> [Provided information]
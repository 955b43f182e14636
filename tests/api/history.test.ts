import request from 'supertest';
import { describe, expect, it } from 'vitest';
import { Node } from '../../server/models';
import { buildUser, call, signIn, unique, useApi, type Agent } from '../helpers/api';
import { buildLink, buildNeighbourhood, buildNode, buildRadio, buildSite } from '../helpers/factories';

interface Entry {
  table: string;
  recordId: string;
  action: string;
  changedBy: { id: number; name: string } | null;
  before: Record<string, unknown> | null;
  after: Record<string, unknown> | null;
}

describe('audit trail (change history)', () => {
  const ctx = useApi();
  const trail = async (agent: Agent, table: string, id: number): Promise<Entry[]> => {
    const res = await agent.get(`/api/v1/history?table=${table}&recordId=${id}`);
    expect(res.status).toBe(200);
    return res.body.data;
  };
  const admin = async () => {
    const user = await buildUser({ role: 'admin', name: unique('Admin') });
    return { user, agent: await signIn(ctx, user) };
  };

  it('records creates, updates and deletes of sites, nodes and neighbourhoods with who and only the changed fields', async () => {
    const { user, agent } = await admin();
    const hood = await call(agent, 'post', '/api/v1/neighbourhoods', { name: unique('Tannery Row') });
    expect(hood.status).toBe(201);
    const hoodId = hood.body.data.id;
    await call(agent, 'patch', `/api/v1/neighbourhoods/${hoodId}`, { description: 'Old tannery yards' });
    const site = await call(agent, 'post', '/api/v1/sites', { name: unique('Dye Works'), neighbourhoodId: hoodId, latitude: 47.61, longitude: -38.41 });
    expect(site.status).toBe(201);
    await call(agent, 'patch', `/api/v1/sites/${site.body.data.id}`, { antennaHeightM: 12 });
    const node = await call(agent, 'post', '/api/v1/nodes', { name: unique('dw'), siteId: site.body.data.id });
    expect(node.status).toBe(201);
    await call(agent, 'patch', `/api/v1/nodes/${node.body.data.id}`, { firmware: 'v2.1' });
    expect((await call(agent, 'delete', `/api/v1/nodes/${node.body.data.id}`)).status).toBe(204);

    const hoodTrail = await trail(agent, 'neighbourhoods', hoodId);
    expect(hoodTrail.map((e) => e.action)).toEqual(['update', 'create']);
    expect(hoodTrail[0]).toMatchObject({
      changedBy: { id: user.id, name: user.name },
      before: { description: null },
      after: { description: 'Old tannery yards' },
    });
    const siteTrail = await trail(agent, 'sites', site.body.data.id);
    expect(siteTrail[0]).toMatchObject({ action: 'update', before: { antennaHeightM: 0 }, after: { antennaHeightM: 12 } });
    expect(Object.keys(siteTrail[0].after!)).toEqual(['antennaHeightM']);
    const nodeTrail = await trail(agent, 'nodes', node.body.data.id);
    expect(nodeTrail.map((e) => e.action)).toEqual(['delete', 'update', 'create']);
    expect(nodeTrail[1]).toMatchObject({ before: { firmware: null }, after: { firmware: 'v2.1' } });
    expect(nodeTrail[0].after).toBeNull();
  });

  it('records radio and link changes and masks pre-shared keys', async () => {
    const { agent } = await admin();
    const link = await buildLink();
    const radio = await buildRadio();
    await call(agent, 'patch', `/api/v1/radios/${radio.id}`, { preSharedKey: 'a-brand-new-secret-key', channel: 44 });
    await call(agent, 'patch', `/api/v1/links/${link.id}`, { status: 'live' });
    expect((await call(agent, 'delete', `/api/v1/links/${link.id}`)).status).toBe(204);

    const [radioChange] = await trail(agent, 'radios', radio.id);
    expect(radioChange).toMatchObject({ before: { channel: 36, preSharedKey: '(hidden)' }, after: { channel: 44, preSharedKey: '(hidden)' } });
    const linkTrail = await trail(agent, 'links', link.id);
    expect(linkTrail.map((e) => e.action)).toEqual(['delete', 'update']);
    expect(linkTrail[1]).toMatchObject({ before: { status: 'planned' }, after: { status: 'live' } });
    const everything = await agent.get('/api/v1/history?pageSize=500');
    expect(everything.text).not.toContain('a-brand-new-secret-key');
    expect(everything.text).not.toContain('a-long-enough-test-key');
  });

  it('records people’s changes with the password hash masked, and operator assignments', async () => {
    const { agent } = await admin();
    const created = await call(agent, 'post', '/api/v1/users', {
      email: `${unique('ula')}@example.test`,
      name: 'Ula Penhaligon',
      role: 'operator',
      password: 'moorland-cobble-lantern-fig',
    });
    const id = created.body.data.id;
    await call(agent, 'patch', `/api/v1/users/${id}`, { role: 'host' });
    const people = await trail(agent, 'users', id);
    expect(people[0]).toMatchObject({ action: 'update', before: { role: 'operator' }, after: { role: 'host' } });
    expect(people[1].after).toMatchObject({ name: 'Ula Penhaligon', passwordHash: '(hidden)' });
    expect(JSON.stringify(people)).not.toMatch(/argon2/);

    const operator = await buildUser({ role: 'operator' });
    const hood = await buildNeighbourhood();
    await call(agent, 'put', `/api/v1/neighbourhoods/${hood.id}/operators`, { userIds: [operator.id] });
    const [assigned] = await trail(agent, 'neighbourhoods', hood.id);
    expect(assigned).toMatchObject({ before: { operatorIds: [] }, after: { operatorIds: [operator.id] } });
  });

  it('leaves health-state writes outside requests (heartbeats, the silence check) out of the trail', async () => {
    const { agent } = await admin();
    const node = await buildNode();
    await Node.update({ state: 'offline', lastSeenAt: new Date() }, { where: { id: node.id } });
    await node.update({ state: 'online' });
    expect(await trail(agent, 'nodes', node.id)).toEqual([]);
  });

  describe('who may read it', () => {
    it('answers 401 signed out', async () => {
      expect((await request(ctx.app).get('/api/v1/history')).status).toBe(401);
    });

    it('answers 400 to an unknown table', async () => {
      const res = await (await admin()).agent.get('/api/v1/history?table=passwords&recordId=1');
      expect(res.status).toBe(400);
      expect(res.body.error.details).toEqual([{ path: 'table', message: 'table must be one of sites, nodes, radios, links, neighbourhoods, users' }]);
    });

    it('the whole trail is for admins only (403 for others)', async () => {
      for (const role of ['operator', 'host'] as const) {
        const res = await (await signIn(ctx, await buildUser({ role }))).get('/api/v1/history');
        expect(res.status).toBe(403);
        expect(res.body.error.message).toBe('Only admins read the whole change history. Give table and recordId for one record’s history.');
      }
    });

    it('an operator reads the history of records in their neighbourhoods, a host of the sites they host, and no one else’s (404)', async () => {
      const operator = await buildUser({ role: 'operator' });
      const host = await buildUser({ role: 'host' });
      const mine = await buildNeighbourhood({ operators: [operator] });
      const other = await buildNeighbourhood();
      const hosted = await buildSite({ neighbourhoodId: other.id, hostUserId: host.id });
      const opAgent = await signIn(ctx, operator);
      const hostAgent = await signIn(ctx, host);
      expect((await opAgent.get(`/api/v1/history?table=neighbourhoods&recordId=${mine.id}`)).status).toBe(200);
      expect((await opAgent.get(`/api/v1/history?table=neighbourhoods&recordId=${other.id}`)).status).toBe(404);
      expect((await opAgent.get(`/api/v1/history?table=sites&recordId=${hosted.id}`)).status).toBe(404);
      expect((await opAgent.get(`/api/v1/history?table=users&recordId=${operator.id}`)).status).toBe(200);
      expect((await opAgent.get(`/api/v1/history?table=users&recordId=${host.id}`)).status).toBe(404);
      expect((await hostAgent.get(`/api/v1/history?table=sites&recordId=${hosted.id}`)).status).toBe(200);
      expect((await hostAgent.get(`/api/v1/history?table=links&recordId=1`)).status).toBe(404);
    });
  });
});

> [Work request] An exact copy of every record is required here.

> [Task response]
repository 955b43f182e14636
filename tests/api/history.test.ts
import request from 'supertest';
import { describe, expect, it } from 'vitest';
import { Node } from '../../server/models';
import { buildUser, call, signIn, unique, useApi, type Agent } from '../helpers/api';
import { buildLink, buildNeighbourhood, buildNode, buildRadio, buildSite } from '../helpers/factories';

interface Entry {
  table: string;
  recordId: string;
  action: string;
  changedBy: { id: number; name: string } | null;
  before: Record<string, unknown> | null;
  after: Record<string, unknown> | null;
}

describe('audit trail (change history)', () => {
  const ctx = useApi();
  const trail = async (agent: Agent, table: string, id: number): Promise<Entry[]> => {
    const res = await agent.get(`/api/v1/history?table=${table}&recordId=${id}`);
    expect(res.status).toBe(200);
    return res.body.data;
  };
  const admin = async () => {
    const user = await buildUser({ role: 'admin', name: unique('Admin') });
    return { user, agent: await signIn(ctx, user) };
  };

  it('records creates, updates and deletes of sites, nodes and neighbourhoods with who and only the changed fields', async () => {
    const { user, agent } = await admin();
    const hood = await call(agent, 'post', '/api/v1/neighbourhoods', { name: unique('Tannery Row') });
    expect(hood.status).toBe(201);
    const hoodId = hood.body.data.id;
    await call(agent, 'patch', `/api/v1/neighbourhoods/${hoodId}`, { description: 'Old tannery yards' });
    const site = await call(agent, 'post', '/api/v1/sites', { name: unique('Dye Works'), neighbourhoodId: hoodId, latitude: 47.61, longitude: -38.41 });
    expect(site.status).toBe(201);
    await call(agent, 'patch', `/api/v1/sites/${site.body.data.id}`, { antennaHeightM: 12 });
    const node = await call(agent, 'post', '/api/v1/nodes', { name: unique('dw'), siteId: site.body.data.id });
    expect(node.status).toBe(201);
    await call(agent, 'patch', `/api/v1/nodes/${node.body.data.id}`, { firmware: 'v2.1' });
    expect((await call(agent, 'delete', `/api/v1/nodes/${node.body.data.id}`)).status).toBe(204);

    const hoodTrail = await trail(agent, 'neighbourhoods', hoodId);
    expect(hoodTrail.map((e) => e.action)).toEqual(['update', 'create']);
    expect(hoodTrail[0]).toMatchObject({
      changedBy: { id: user.id, name: user.name },
      before: { description: null },
      after: { description: 'Old tannery yards' },
    });
    const siteTrail = await trail(agent, 'sites', site.body.data.id);
    expect(siteTrail[0]).toMatchObject({ action: 'update', before: { antennaHeightM: 0 }, after: { antennaHeightM: 12 } });
    expect(Object.keys(siteTrail[0].after!)).toEqual(['antennaHeightM']);
    const nodeTrail = await trail(agent, 'nodes', node.body.data.id);
    expect(nodeTrail.map((e) => e.action)).toEqual(['delete', 'update', 'create']);
    expect(nodeTrail[1]).toMatchObject({ before: { firmware: null }, after: { firmware: 'v2.1' } });
    expect(nodeTrail[0].after).toBeNull();
  });

  it('records radio and link changes and masks pre-shared keys', async () => {
    const { agent } = await admin();
    const link = await buildLink();
    const radio = await buildRadio();
    await call(agent, 'patch', `/api/v1/radios/${radio.id}`, { preSharedKey: 'a-brand-new-secret-key', channel: 44 });
    await call(agent, 'patch', `/api/v1/links/${link.id}`, { status: 'live' });
    expect((await call(agent, 'delete', `/api/v1/links/${link.id}`)).status).toBe(204);

    const [radioChange] = await trail(agent, 'radios', radio.id);
    expect(radioChange).toMatchObject({ before: { channel: 36, preSharedKey: '(hidden)' }, after: { channel: 44, preSharedKey: '(hidden)' } });
    const linkTrail = await trail(agent, 'links', link.id);
    expect(linkTrail.map((e) => e.action)).toEqual(['delete', 'update']);
    expect(linkTrail[1]).toMatchObject({ before: { status: 'planned' }, after: { status: 'live' } });
    const everything = await agent.get('/api/v1/history?pageSize=500');
    expect(everything.text).not.toContain('a-brand-new-secret-key');
    expect(everything.text).not.toContain('a-long-enough-test-key');
  });

  it('records people’s changes with the password hash masked, and operator assignments', async () => {
    const { agent } = await admin();
    const created = await call(agent, 'post', '/api/v1/users', {
      email: `${unique('ula')}@example.test`,
      name: 'Ula Penhaligon',
      role: 'operator',
      password: 'moorland-cobble-lantern-fig',
    });
    const id = created.body.data.id;
    await call(agent, 'patch', `/api/v1/users/${id}`, { role: 'host' });
    const people = await trail(agent, 'users', id);
    expect(people[0]).toMatchObject({ action: 'update', before: { role: 'operator' }, after: { role: 'host' } });
    expect(people[1].after).toMatchObject({ name: 'Ula Penhaligon', passwordHash: '(hidden)' });
    expect(JSON.stringify(people)).not.toMatch(/argon2/);

    const operator = await buildUser({ role: 'operator' });
    const hood = await buildNeighbourhood();
    await call(agent, 'put', `/api/v1/neighbourhoods/${hood.id}/operators`, { userIds: [operator.id] });
    const [assigned] = await trail(agent, 'neighbourhoods', hood.id);
    expect(assigned).toMatchObject({ before: { operatorIds: [] }, after: { operatorIds: [operator.id] } });
  });

  it('leaves health-state writes outside requests (heartbeats, the silence check) out of the trail', async () => {
    const { agent } = await admin();
    const node = await buildNode();
    await Node.update({ state: 'offline', lastSeenAt: new Date() }, { where: { id: node.id } });
    await node.update({ state: 'online' });
    expect(await trail(agent, 'nodes', node.id)).toEqual([]);
  });

  describe('who may read it', () => {
    it('answers 401 signed out', async () => {
      expect((await request(ctx.app).get('/api/v1/history')).status).toBe(401);
    });

    it('answers 400 to an unknown table', async () => {
      const res = await (await admin()).agent.get('/api/v1/history?table=passwords&recordId=1');
      expect(res.status).toBe(400);
      expect(res.body.error.details).toEqual([{ path: 'table', message: 'table must be one of sites, nodes, radios, links, neighbourhoods, users' }]);
    });

    it('the whole trail is for admins only (403 for others)', async () => {
      for (const role of ['operator', 'host'] as const) {
        const res = await (await signIn(ctx, await buildUser({ role }))).get('/api/v1/history');
        expect(res.status).toBe(403);
        expect(res.body.error.message).toBe('Only admins read the whole change history. Give table and recordId for one record’s history.');
      }
    });

    it('an operator reads the history of records in their neighbourhoods, a host of the sites they host, and no one else’s (404)', async () => {
      const operator = await buildUser({ role: 'operator' });
      const host = await buildUser({ role: 'host' });
      const mine = await buildNeighbourhood({ operators: [operator] });
      const other = await buildNeighbourhood();
      const hosted = await buildSite({ neighbourhoodId: other.id, hostUserId: host.id });
      const opAgent = await signIn(ctx, operator);
      const hostAgent = await signIn(ctx, host);
      expect((await opAgent.get(`/api/v1/history?table=neighbourhoods&recordId=${mine.id}`)).status).toBe(200);
      expect((await opAgent.get(`/api/v1/history?table=neighbourhoods&recordId=${other.id}`)).status).toBe(404);
      expect((await opAgent.get(`/api/v1/history?table=sites&recordId=${hosted.id}`)).status).toBe(404);
      expect((await opAgent.get(`/api/v1/history?table=users&recordId=${operator.id}`)).status).toBe(200);
      expect((await opAgent.get(`/api/v1/history?table=users&recordId=${host.id}`)).status).toBe(404);
      expect((await hostAgent.get(`/api/v1/history?table=sites&recordId=${hosted.id}`)).status).toBe(200);
      expect((await hostAgent.get(`/api/v1/history?table=links&recordId=1`)).status).toBe(404);
    });
  });
});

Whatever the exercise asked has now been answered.